The most egregious false equivalency is the bad faith argument of Trump saying Haitian migrants are eating pets (blatant lie which is stoking hate against an ethnic group) is somehow comparable to a slightly disingenuous misinterpretation of Trump's words that 'there were very fine people on both sides' (he was talking about the civil war and slaveowners, not neo-Nazis, not thay different in terms of impact of his words).
Even the way the "there were fine people on both sides" is presented here is in complete bad faith. He was addressing the charlotsville protests and counterprotests, one side of which was heavily represented by people who would consider themselves white nationalists/nazis. Trump himself would probably admit this to you. So, while he didn't literally say it, it was heavily implied in that statement, and you also have the benefit of all the context around that event and the next several years to make your own judgment about what he meant there. Just complete bad faith bozo stuff, glad this got flagged.
This has frustrated me a lot in recent times: people trying to claim that things have always been this way (the lying, the political polarization, the poor treatment of various marginalized groups, etc), and citing specific examples from the past...
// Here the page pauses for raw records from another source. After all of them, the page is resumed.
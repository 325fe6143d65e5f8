"""Block evaluation: every specification that shares a sample, absorbed effects and weights.

A *block* is a set of specifications fitted on the same sample with the same absorbed effects and
weights. :func:`fit_block` evaluates all of them with as little repeated work as the algebra allows:

1. Specifications are grouped by their complete-case rows (rows with a missing value in a
   specification's own variables are dropped for that specification only); each group is one
   *design*: its singletons are removed and its absorbed effects compiled once.
2. Every outcome, focal regressor and control used in a design is demeaned once, together
   (Frisch-Waugh-Lovell: regressing demeaned variables gives the fixed-effects coefficients). The
   demeaned columns can be kept in a content-addressed store, so a later run reuses them.
3. Each control set is a sub-block of that demeaned matrix: its collinearity check and
   ``(X'X)^{-1}`` are computed once per focal regressor; each outcome's residuals once per control
   set; every covariance choice reuses the same residuals.
"""

from __future__ import annotations

import copy
import functools
import json
import zlib
from collections.abc import Callable, Collection, Sequence
from dataclasses import asdict, dataclass, field, fields, replace
from typing import Any, NamedTuple, Protocol

import numpy as np
import pandas as pd

from . import __version__, keys
from .absorb import Absorber, CodesOf, LevelCodes, Term, codes_on_rows, drop_singletons, float_columns, parse_absorb
from .covariance import FitPieces, OneWay, Robust, covariance_kind, fused_fit, score_crosses
from .defaults import DEFAULTS
from .errors import EstimationError
from .estimators import LEAST_SQUARES, POISSON, TWO_STAGE, CovarianceOf, Estimator, anderson_rubin, first_stage
from .lazy import LazyModule
from .poisson import irls, separated_rows
from .staggered import (
    EVENT_STUDY,
    IMPUTATION,
    INTERACTION_WEIGHTED,
    Cohorts,
    LinearEstimates,
    bacon_decomposition,
    cohorts_of,
    event_indicators,
    group_time,
    imputation_pieces,
    interaction_cells,
    interaction_weights,
    negative_weights,
    share_covariance,
    share_influence,
    wald_p_value,
)
from .wild import WildBootstrap, wild_cluster_test

special = LazyModule("scipy.special")

__all__ = [
    "Inference",
    "SpecRequest",
    "BlockSettings",
    "SpecResult",
    "Coefficients",
    "BlockFit",
    "DemeanStore",
    "fit_block",
    "fit_one",
    "RESULT_COLUMNS",
    "read_columns",
]

STATUS_OK = "ok"
STATUS_NOT_IDENTIFIED = "not_identified"
STATUS_FAILED = "failed"
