if __name__ == "__main__":
    cube, html = run_case("exact", EXACT, ["--max-bins", "10"])
    c1 = check_case(cube, html, "exact", 10)
    page = open(html, encoding="utf-8").read()
    assert "The vertical axis is broken" in page, "no broken axis for wald"
    assert "Left out: blaker does not define the lower-bound side" in page
    assert "p axis is in log-odds" in page
    cube, html = run_case("models", MODELS, [])
    c3 = check_case(cube, html, "exact", 80)
    panel = check_model_panel(cube, html)
    cube, html = run_case("simulated", SIMULATED, [])
    c2 = check_case(cube, html, "mc", 80)
    assert "Simulated: every figure" in open(html, encoding="utf-8").read()
    print(f"h5py {h5py.__version__}, numpy {np.__version__}, FreeType widths {FONT is not None}: exact report {c1}, two-model report {c3} and {panel} model-panel cells, simulated report {c2}: "
          "values equal the cube's, page self-contained")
...when the problem isn't that the whole idea of these is new, it's the scale. Without doing some kind of more comprehensive analysis on both the current and historical situations, you're not going to be able to prove it one way or another (so asking for proof that things are actually worse now is also just...totally impractical), but if you're paying attention, and paid attention in the past, it's painfully clear that things are worse now.
> [...] the poor treatment of various marginalized groups, etc.
> [...] but if you're paying attention, and paid attention in the past, it's painfully clear that things are worse now.
Treatment of marginalized groups is worse now than in the past?
Could maybe be argued if you intend some time-span bound (e.g: "worse now than it has been within my lifetime"), but even still I think this thinking is falling into a couple of traps already pointed out in the article, like treating the truth as "there on the street in the sun waiting to be observed by anyone who glances in its general direction" and therefore that anyone who does not see it must be oblivious.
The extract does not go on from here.